Value of Just Labels

What the Just program encourages is information sharing that allows both businesses and consumers to make informed decisions when making purchases. So, perhaps, a company runs commercials about its new sustainability policy. The commercial probably involves a lot of trees and may not have a lot of statistics or goals listed. What Just enables the consumer to then do is look up accurate metrics on this company to determine for themselves if the sustainability claims are legitimate. 

Similarly, if a company advertises public commitment to diversity, Just can prove that commitment by showing actual diversity and inclusion metrics. Any consumer can find the Just label for any participating company on Just’s website at any time. This quote from the site does a stellar job of summarizing the intent of Just: “Just is a nutrition label for socially just and equitable organizations.” Just like nutrition labels on our food and drinks, Just labels give us a full understanding of the products and services we are consuming from participating companies.

Here is an example of a Just label:

Benefits of the Just Program

Corporations participating in the Just program gain resources that help them improve their policies and approach to business practices and employee treatment. Similar transparency and corporate social responsibility (CSR) pathways like B-Corp certifications play well with the Just program. Participating in Just can help a corporation score more B-Corp certification points and vice versa. 

If a company’s brand is centered around CSR, the Just program is a great way to build that brand. The Just label shows a willingness to be transparent and explore ways to improve business operations to meet consumer expectations. Companies can improve their ratings over time with focused effort which will show on their public Just Label.
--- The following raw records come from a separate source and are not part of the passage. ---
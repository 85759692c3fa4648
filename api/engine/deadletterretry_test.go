package engine_test

import (
	"context"
	"encoding/json"
	"errors"
	"fmt"
	"net/http"
	"strings"
	"testing"
	"time"

	"github.com/deadspace-fhir/deadspace/api/deadletters"
	"github.com/deadspace-fhir/deadspace/api/engine"
	"github.com/deadspace-fhir/deadspace/api/engine/enginetest"
	"github.com/deadspace-fhir/deadspace/api/store"
	"github.com/deadspace-fhir/deadspace/api/store/boltstore"
	"github.com/deadspace-fhir/deadspace/derive"
	"github.com/deadspace-fhir/deadspace/fhir/client"
	"github.com/deadspace-fhir/deadspace/fhir/decode"
	"github.com/deadspace-fhir/deadspace/fhir/encode"
	"github.com/deadspace-fhir/deadspace/fhir/fhirtest/fakefhir"
)

// outboxRig is an engine over its own store writing to the Go FHIR fake,
// for the outbox's own rules (no Node peer).
type outboxRig struct {
	t    *testing.T
	fake *fakefhir.Server
	st   *boltstore.Store
	eng  *engine.Engine
	at   time.Time
}

func newOutboxRig(t *testing.T, wrap func(store.Store) store.Store) *outboxRig {
	t.Helper()
	fake := fakefhir.Start(t)
	st := enginetest.OpenStore(t, boltstore.Options{NoSync: true})
	cl, err := client.New(client.Config{BaseURL: fake.BaseURL, MaxRetries: -1})
	if err != nil {
		t.Fatal(err)
	}
	var s store.Store = st
	if wrap != nil {
		s = wrap(st)
	}
	eng, err := engine.New(engine.Config{Store: s, Decoder: decode.New(decode.Options{}), Encoder: enginetest.Encoder(t),
		Derive: derive.DefaultConfig(), Client: cl})
	if err != nil {
		t.Fatal(err)
	}
	return &outboxRig{t: t, fake: fake, st: st, eng: eng, at: time.Now().Add(-time.Hour).Truncate(time.Minute)}
}

// bed is a patient's end-tidal readings around r.at and version v of its
// blood gas with PaCO2 value.
func (r *outboxRig) bed(patient string, v int, value float64) []json.RawMessage {
	updated := r.at.Add(10 * time.Minute)
	var out []json.RawMessage
	for m := -2; m <= 2; m++ {
		out = append(out, obs(fmt.Sprintf("%s-et%d", patient, m+2), "1", "final", "19891-1", "mm[Hg]", 36, r.at.Add(time.Duration(m)*time.Minute), updated))
	}
	status := "final"
	if v > 1 {
		status = "amended"
	}
	out = append(out, obs(patient+"-gas", fmt.Sprint(v), status, "2019-8", "mm[Hg]", value, r.at, updated.Add(time.Duration(v)*time.Minute)))
	for i := range out {
		out[i] = json.RawMessage(strings.ReplaceAll(string(out[i]), "Patient/w1", "Patient/"+patient))
	}
	return out
}

func (r *outboxRig) ingest(raws []json.RawMessage) {
	r.t.Helper()
	ctx := context.Background()
	if _, err := r.eng.Ingest(ctx, "test", raws); err != nil {
		r.t.Fatal(err)
	}
	if err := r.eng.EvaluateNow(ctx); err != nil {
		r.t.Fatal(err)
	}
	r.eng.FlushNow(ctx)
}

// serverKeys returns the key of each derived Observation on the server,
// by series, and how many Observations each series has.
func (r *outboxRig) serverKeys(patient string) (map[string]string, map[string]int) {
	r.t.Helper()
	opts := encode.DefaultOptions()
	keys, counts := map[string]string{}, map[string]int{}
	for _, raw := range r.fake.Current("Observation") {
		if !strings.Contains(string(raw), "Patient/"+patient+`"`) {
			continue
		}
		var o struct {
			Identifier []struct{ System, Value string }
		}
		if err := json.Unmarshal(raw, &o); err != nil {
			r.t.Fatal(err)
		}
		var key, series string
		for _, id := range o.Identifier {
			switch id.System {
			case opts.IdentifierSystem:
				key = id.Value
			case opts.SeriesSystem:
				series = id.Value
			}
		}
		if series != "" {
			keys[series] = key
			counts[series]++
		}
	}
	return keys, counts
}

// wantLedgerOnServer checks that the server holds, for each of the
// patient's series, one Observation with the key the ledger records.
func (r *outboxRig) wantLedgerOnServer(patient string) {
	r.t.Helper()
	keys, counts := r.serverKeys(patient)
	if len(keys) == 0 {
		r.t.Fatalf("no derived value of %s on the server", patient)
	}
	for series, key := range keys {
		if counts[series] != 1 {
			r.t.Errorf("series %.20s has %d Observations on the server, want 1", series, counts[series])
		}
		en, err := r.eng.Entry(context.Background(), series)
		if err != nil {
			r.t.Fatal(err)
		}
		if en.Key != key {
			r.t.Errorf("series %.20s: the server holds key %.20s, the ledger %.20s: an older value is back", series, key, en.Key)
		}
	}
}

// A revision refused for good goes to the dead letters; a later revision
// of the same blood gas reaches the server. Retrying the first letter must
// not put its older values back: the writer sends only what the ledger
// still records, whatever the order writes are sent in, and the letter
// shows as superseded before the retry.
func TestRetriedSupersededRevisionLeavesTheLaterValue(t *testing.T) {
	r := newOutboxRig(t, nil)
	ctx := context.Background()
	r.ingest(r.bed("w1", 1, 44))
	r.wantLedgerOnServer("w1")
	r.fake.Inject(fakefhir.Fault{Method: http.MethodPost, Status: http.StatusUnprocessableEntity, Times: 1, Text: "refused"})
	r.ingest(r.bed("w1", 2, 50)[5:])
	dls, err := r.st.DeadLetters(ctx, 10)
	if err != nil || len(dls) != 1 {
		t.Fatalf("dead letters %d (%v), want the refused revision", len(dls), err)
	}
	op := deadletters.Local(r.st)
	if v, err := op.Show(ctx, dls[0].ID); err != nil || v.Superseded {
		t.Fatalf("before the later revision: superseded %v (%v), want false", v.Superseded, err)
	}
	r.ingest(r.bed("w1", 3, 56)[5:])
	r.wantLedgerOnServer("w1")
	if v, err := op.Show(ctx, dls[0].ID); err != nil || !v.Superseded {
		t.Fatalf("after the later revision: superseded %v (%v), want true", v.Superseded, err)
	}
	before := r.fake.Count(http.MethodPost, "")
	if _, err := op.Retry(ctx, dls[0].ID); err != nil {
		t.Fatal(err)
	}
	r.eng.FlushNow(ctx)
	h, err := r.eng.Health(ctx)
	if err != nil {
		t.Fatal(err)
	}
	if h.Stats.OutboxDepth != 0 || h.Stats.DeadLetters != 0 {
		t.Errorf("after the retry: %d in the outbox, %d dead letters, want none", h.Stats.OutboxDepth, h.Stats.DeadLetters)
	}
	if n := r.fake.Count(http.MethodPost, "") - before; n != 0 {
		t.Errorf("the retried superseded revision sent %d transactions, want none", n)
	}
	r.wantLedgerOnServer("w1")
}

// ackFailing is a store whose Acknowledge fails for one patient's writes,
// as when the store cannot settle one write.
type ackFailing struct {
	store.Store
	subject string
}

func (s ackFailing) Acknowledge(ctx context.Context, id uint64, server map[string][2]string) error {
	ws, err := s.DueWrites(ctx, time.Now().Add(time.Hour), 100)
	if err != nil {
		return err
	}
	for _, w := range ws {
		if w.ID == id && w.Subject == s.subject {
			return errors.New("the store cannot settle this write")
		}
	}
	return s.Store.Acknowledge(ctx, id, server)
}

// A write whose outcome the store cannot record stays in the outbox, and
// holds up the later writes of its own series only: another patient's
// values are still sent in the same drain.
func TestAnUnsettledWriteHoldsUpOnlyItsSeries(t *testing.T) {
	r := newOutboxRig(t, func(s store.Store) store.Store { return ackFailing{Store: s, subject: "Patient/stuck"} })
	ctx := context.Background()
	if _, err := r.eng.Ingest(ctx, "test", r.bed("stuck", 1, 44)); err != nil {
		t.Fatal(err)
	}
	if _, err := r.eng.Ingest(ctx, "test", r.bed("free", 1, 45)); err != nil {
		t.Fatal(err)
	}
	if err := r.eng.EvaluateNow(ctx); err != nil {
		t.Fatal(err)
	}
	r.eng.FlushNow(ctx)
	r.wantLedgerOnServer("free")
	ws, err := r.st.DueWrites(ctx, time.Now().Add(time.Hour), 10)
	if err != nil {
		t.Fatal(err)
	}
	if len(ws) != 1 || ws[0].Subject != "Patient/stuck" {
		t.Errorf("outbox after the drain: %d writes, want the unsettled one only", len(ws))
	}
}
Branding has never been more important for companies. That branding can attract or repel the emerging workforce. Young professionals and new graduates have shown strong desires to work for companies with a CSR focus. This generation wants to make positive change and feel as if they are a part of making the world a better place. So, having a Just label and making the Just values a part of company culture can be a major recruiting factor. 

The Future of Just and Corporate Transparency

The approaches above are some but not all of the ways corporations can be held accountable to contribute to a better world. Take a minute this week to look into some of your favorite brands and companies. Are there more ways they practice transparency? You may find that some companies don’t meet your standards for transparency, accountability, sustainability, or other factors. You can be a part of the change by supporting corporations that practice transparency and being a vocal advocate for them. 

Consumers will continue to demand this transparency that helps them make responsible purchasing decisions. The future will surely hold more transparency and accountability for corporations and the individuals that lead them.